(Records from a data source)

- - - -

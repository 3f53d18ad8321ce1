#include <algorithm>
#include <bathwright/speciation/coverage.hpp>
#include <bathwright/units/show.hpp>
#include <cmath>
#include <cstdio>
#include <numeric>

namespace bathwright::speciation {

double salt_molality(const Solver& solver, const Equilibrium& answer,
                     const std::vector<std::uint32_t>& pair) {
  const auto charge = [&](std::uint32_t i) { return std::abs(solver.system().species()[i].charge); };
  const int common = std::gcd(charge(pair[0]), charge(pair[1]));
  // One formula unit holds as many of an ion as the other has charges, over the common divisor.
  return std::min(answer.molality[pair[0]] * common / charge(pair[1]),
                  answer.molality[pair[1]] * common / charge(pair[0]));
}

std::vector<double> largest_share(const Solver& solver, const Equilibrium& answer) {
  const auto& species = solver.system().species();
  const std::size_t n = solver.system().components().size();
  std::vector<double> held(n, 0.0), share(species.size(), 0.0);
  for (std::size_t j = 0; j < species.size(); ++j)
    for (std::size_t i = 0; i < n; ++i) held[i] += std::abs(species[j].made_of[i]) * answer.molality[j];
  for (std::size_t j = 0; j < species.size(); ++j)
    for (std::size_t i = 0; i < n; ++i)
      if (held[i] >= (i == 0 ? acid_traces_end : traces_end))
        share[j] = std::max(share[j], std::abs(species[j].made_of[i]) * answer.molality[j] / held[i]);
  return share;
}

namespace {

using Note = activity::InteractionNote;

/// Whether there is more than the parameters of a pair were fitted to. A fit that ends below 0.1 mol/kg ended
/// where the salt alone saturates (gypsum at 0.016), not where its parameters do.
bool beyond_fit(const Solver& solver, const Equilibrium& answer, const Note& note) {
  constexpr double margin = 1.05, saturation_limited = 0.1;
  double counted = 0;
  for (const auto& [solute, weight] : note.counted) counted += weight * answer.molality[solute];
  if (note.counted.empty()) counted = salt_molality(solver, answer, note.solutes);
  return note.limit_molal >= saturation_limited && counted > margin * note.limit_molal;
}

/// Standard uncertainty of ln gamma of one of the note's solutes: what is said per mol/kg of the others,
/// times their molalities.
double effect_on(std::uint32_t solute, const Note& note, const Equilibrium& answer) {
  double product = note.u_ln_gamma;
  bool self = false;
  for (const std::uint32_t other : note.solutes) {
    if (other == solute && !self)
      self = true;
    else
      product *= answer.molality[other];
  }
  return self ? product : 0;
}

}  // namespace

std::vector<double> ln_gamma_uncertainty(const Solver& solver, const Equilibrium& answer) {
  std::vector<double> u(answer.molality.size(), 0.0);
  for (const Note& note : solver.model().notes())
    for (const std::uint32_t i : note.solutes) u[i] = std::hypot(u[i], effect_on(i, note, answer));
  return u;
}

Coverage coverage(const Solver& solver, const Equilibrium& answer) {
  using Kind = Note::Kind;
  constexpr double told = 0.01;             // ln units
  constexpr double stand_in_trusted = 0.5;  // mol/kg, the range of Davies
  const auto& species = solver.system().species();
  const std::vector<double> share = largest_share(solver, answer);
  const auto matters = [&](std::uint32_t i) { return share[i] >= least_share; };
  Coverage found;
  for (const Note& note : solver.model().notes()) {
    double effect = 0;
    for (const std::uint32_t i : note.solutes)
      if (matters(i)) effect = std::max(effect, effect_on(i, note, answer));
    switch (note.kind) {
      case Kind::missing:
        if (effect >= told) found.missing.push_back(note.text);
        break;
      case Kind::estimated:
      case Kind::no_temperature_data:
        if (effect >= told) found.warnings.push_back(note.text);
        break;
      case Kind::stated:
        if (std::all_of(note.solutes.begin(), note.solutes.end(), matters))
          found.warnings.push_back(note.text);
        break;
      case Kind::accuracy:
        break;
      case Kind::above_range:
        // Both must be there: a fit says nothing of a solution without one of its ions.
        if (!std::all_of(note.solutes.begin(), note.solutes.end(), matters)) break;
        if (!beyond_fit(solver, answer, note)) break;
        found.warnings.push_back(note.text);
        found.valid = false;
        break;
      case Kind::outside_model:
        if (!matters(note.solutes[0])) break;
        found.warnings.push_back(note.text);
        if (answer.ionic_strength > stand_in_trusted) found.valid = false;
        break;
    }
  }
  const std::vector<double> u = ln_gamma_uncertainty(solver, answer);
  std::uint32_t worst = 0;
  for (std::uint32_t i = 0; i < u.size(); ++i)
    if (matters(i) && u[i] > found.u_ln_gamma) found.u_ln_gamma = u[worst = i];
  if (found.u_ln_gamma > most_u_ln_gamma) {
    const auto notes = solver.model().notes();
    const auto most = std::max_element(notes.begin(), notes.end(), [&](const Note& a, const Note& b) {
      return effect_on(worst, a, answer) < effect_on(worst, b, answer);
    });
    found.warnings.push_back("the activity coefficient of " + species[worst].name + " is uncertain by " +
                             units::significant(100 * std::expm1(found.u_ln_gamma), 2) +
                             " %, most of it from " + most->text);
    found.valid = false;
  }
  constexpr double near_C = 5;
  if (std::abs(solver.temperature().v - 25) > near_C)
    for (std::size_t j = 0; j < answer.molality.size(); ++j)
      if (matters(static_cast<std::uint32_t>(j)) && !solver.system().species()[j].constant.has_dH)
        found.warnings.push_back(solver.system().species()[j].name +
                                 ": no enthalpy of formation published; its constant at 25 degC taken");
  if (!answer.stable) {
    found.warnings.emplace_back(
        "the activity model is outside its range here: its Gibbs energy no longer curves upward");
    found.valid = false;
  }
  const double trusted = solver.model().trusted_ionic_strength();
  if (answer.ionic_strength > trusted) {
    char text[160];
    std::snprintf(text, sizeof text,
                  "ionic strength %.2f mol/kg is beyond the %.1f mol/kg up to which the model %s is trusted",
                  answer.ionic_strength, trusted, std::string(activity::name(solver.model().kind())).c_str());
    found.warnings.emplace_back(text);
    found.valid = false;
  }
  return found;
}

}  // namespace bathwright::speciation
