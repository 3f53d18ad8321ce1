#include <bathwright/speciation/reaction.hpp>
#include <charconv>
#include <cmath>

namespace bathwright::speciation {
namespace {

std::string_view trimmed(std::string_view text) {
  while (text.starts_with(' ')) text.remove_prefix(1);
  while (text.ends_with(' ')) text.remove_suffix(1);
  return text;
}

/// False when a term is empty or its coefficient is not positive.
bool parse_side(std::string_view text, std::vector<Term>& terms) {
  constexpr std::string_view joint = " + ";
  while (true) {
    const std::size_t end = text.find(joint);
    std::string_view part = trimmed(text.substr(0, end));
    double coefficient = 1;
    if (const std::size_t space = part.find(' '); space != std::string_view::npos) {
      const auto [stop, error] = std::from_chars(part.data(), part.data() + space, coefficient);
      if (error == std::errc{} && stop == part.data() + space) part = trimmed(part.substr(space));
    }
    if (part.empty() || !(coefficient > 0) || !std::isfinite(coefficient)) return false;
    terms.push_back({coefficient, std::string(part)});
    if (end == std::string_view::npos) return true;
    text.remove_prefix(end + joint.size());
  }
}

}  // namespace

Result<Reaction> parse_reaction(std::string_view text, std::string_view where) {
  const auto wrong = [&] {
    return Problem{Fault::bad_input, std::string(where),
                   "cannot read the reaction '" + std::string(text) + "'",
                   "reactants = products, e.g. H^+ + SO4^2- = HSO4^-", ""};
  };
  const std::size_t equals = text.find(" = ");
  if (equals == std::string_view::npos || text.find(" = ", equals + 3) != std::string_view::npos)
    return wrong();
  Reaction reaction;
  if (!parse_side(text.substr(0, equals), reaction.left) ||
      !parse_side(text.substr(equals + 3), reaction.right))
    return wrong();
  return reaction;
}

}  // namespace bathwright::speciation
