// The history of a tank out of its log. Read next: book/entries.hpp, how the body of an entry is read.
#pragma once

#include <bathwright/bath/tank.hpp>
#include <bathwright/learning/history.hpp>
#include <bathwright/logbook/logbook.hpp>
#include <bathwright/shifts/calendar.hpp>

namespace bathwright::learning {

struct FromLog {
  History history;
  logbook::UtcTime start{};              ///< hour 0: the first analysis that found a level
  std::vector<std::string> passed_over;  ///< entries that could not be counted, a sentence each
};

/// Everything the log has of the tank from its first analysis on, at the times it was done. Water is an
/// addition of the chemical "water"; the body of an ampere-hours entry may have "area_dm2", the surface that
/// went through the tank since the entry before. A corrected analysis is left out; any other entry that was
/// corrected counts as its correction says. Days of the week are those of the shop's clock, by `calendar`;
/// without one of UTC. Fails where the log cannot be read or has no analysis of the tank.
Result<FromLog> history_of(const logbook::Logbook& log, const std::optional<shifts::Calendar>& calendar,
                           const bath::Tank& tank, const bath::BathType& type);

}  // namespace bathwright::learning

- - - -

_Task item:_ Copy the lines that hold the word "find". Take them from the records above.

_Answer for the task:_
    const std::size_t end = text.find(joint);
    if (const std::size_t space = part.find(' '); space != std::string_view::npos) {
  const std::size_t equals = text.find(" = ");
  if (equals == std::string_view::npos || text.find(" = ", equals + 3) != std::string_view::npos)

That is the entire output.